Of the lines in the data below, write out exactly those from the one holding "describe('demo field truth" through the one holding "expect(formationRuns).toHaveLength(10);", both included.

Stored data entries:
BEGIN

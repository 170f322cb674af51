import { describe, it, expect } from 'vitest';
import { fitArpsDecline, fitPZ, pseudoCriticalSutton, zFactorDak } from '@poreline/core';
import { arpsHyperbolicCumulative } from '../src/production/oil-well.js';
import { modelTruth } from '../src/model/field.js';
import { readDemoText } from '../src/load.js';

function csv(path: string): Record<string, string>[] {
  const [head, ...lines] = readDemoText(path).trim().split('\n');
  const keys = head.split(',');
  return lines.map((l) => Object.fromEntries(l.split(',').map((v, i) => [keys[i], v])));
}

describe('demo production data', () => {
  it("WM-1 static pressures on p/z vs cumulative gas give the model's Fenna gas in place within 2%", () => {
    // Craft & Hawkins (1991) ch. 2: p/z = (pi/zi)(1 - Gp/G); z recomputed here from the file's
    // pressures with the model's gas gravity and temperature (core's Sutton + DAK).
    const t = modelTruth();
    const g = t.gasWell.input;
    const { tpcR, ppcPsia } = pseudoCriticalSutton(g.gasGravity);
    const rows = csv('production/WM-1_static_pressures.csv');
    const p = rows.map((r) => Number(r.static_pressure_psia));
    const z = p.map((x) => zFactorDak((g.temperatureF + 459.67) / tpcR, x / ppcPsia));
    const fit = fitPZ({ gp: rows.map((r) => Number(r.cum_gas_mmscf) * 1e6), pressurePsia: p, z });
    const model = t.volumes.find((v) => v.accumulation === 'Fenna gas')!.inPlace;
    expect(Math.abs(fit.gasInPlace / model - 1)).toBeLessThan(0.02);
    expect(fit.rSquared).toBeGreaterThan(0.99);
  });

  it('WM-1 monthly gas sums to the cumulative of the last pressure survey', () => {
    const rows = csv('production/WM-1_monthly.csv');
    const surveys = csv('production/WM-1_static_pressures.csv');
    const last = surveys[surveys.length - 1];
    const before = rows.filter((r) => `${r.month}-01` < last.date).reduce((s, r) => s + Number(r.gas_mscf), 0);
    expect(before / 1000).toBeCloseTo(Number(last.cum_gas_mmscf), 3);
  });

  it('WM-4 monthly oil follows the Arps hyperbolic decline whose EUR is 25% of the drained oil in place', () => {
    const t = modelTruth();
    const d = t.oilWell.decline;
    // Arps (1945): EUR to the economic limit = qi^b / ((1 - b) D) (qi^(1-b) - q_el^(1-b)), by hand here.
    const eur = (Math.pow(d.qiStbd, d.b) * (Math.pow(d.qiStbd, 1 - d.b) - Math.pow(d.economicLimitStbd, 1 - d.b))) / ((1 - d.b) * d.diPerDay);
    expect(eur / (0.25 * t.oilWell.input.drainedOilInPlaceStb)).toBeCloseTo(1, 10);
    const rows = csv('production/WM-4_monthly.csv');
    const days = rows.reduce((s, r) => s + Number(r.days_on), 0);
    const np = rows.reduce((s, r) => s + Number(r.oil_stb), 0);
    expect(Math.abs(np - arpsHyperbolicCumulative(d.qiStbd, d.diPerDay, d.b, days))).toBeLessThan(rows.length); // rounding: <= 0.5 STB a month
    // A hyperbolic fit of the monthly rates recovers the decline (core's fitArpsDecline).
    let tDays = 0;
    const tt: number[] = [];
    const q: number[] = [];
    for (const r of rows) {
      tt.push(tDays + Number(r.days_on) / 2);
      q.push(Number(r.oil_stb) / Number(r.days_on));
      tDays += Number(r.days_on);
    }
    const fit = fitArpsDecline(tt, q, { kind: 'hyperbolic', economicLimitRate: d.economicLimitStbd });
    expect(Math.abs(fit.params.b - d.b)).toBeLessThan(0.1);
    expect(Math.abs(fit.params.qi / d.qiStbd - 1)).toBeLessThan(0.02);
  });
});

END
BEGIN

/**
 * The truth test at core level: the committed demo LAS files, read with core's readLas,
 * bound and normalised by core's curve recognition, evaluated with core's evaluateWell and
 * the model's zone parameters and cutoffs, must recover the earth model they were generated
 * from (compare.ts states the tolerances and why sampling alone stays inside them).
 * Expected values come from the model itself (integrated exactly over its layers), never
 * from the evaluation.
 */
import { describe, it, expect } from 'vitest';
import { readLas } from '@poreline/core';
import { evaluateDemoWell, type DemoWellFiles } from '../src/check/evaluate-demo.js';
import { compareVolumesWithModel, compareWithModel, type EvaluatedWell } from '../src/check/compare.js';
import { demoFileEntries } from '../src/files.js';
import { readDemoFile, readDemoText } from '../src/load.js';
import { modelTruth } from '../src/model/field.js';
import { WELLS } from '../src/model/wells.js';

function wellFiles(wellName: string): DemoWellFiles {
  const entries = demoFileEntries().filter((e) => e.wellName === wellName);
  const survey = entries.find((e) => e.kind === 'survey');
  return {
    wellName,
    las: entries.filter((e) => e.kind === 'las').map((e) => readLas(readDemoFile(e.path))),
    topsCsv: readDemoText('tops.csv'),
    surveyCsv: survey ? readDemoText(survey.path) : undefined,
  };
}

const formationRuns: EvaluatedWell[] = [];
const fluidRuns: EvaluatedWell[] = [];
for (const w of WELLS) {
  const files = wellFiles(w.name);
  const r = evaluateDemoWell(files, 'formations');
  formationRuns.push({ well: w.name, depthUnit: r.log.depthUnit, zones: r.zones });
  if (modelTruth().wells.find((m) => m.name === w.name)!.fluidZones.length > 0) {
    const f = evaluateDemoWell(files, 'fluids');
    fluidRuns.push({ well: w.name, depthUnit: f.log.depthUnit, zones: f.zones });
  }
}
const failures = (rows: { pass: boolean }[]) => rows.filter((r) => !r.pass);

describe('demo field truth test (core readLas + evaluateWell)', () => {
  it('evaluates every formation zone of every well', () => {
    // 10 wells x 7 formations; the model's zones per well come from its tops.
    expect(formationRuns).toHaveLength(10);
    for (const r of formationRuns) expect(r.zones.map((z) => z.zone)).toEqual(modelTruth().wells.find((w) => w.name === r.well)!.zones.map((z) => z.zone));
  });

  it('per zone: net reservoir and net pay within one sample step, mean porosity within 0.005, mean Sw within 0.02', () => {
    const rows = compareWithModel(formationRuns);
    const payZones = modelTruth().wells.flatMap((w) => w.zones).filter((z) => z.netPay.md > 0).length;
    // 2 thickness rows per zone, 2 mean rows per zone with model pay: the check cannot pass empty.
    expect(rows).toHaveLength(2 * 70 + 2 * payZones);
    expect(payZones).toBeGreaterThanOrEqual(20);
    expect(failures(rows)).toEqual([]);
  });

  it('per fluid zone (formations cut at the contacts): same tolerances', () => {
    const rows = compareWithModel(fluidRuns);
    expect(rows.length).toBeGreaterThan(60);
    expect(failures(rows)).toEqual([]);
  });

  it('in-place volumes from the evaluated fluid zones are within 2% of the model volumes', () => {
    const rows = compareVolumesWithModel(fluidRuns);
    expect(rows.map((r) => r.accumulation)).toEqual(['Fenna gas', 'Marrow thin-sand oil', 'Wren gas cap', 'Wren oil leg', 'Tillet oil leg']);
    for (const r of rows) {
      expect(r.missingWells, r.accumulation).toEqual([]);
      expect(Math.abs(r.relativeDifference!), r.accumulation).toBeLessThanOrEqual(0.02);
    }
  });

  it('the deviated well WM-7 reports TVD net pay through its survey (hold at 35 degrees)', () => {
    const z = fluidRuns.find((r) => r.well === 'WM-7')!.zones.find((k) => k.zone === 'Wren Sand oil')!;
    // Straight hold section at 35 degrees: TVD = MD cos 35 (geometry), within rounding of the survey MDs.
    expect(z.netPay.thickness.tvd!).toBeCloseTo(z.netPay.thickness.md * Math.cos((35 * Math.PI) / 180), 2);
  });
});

END

> [OUTPUT BELOW]
describe('demo field truth test (core readLas + evaluateWell)', () => {
  it('evaluates every formation zone of every well', () => {
    // 10 wells x 7 formations; the model's zones per well come from its tops.
    expect(formationRuns).toHaveLength(10);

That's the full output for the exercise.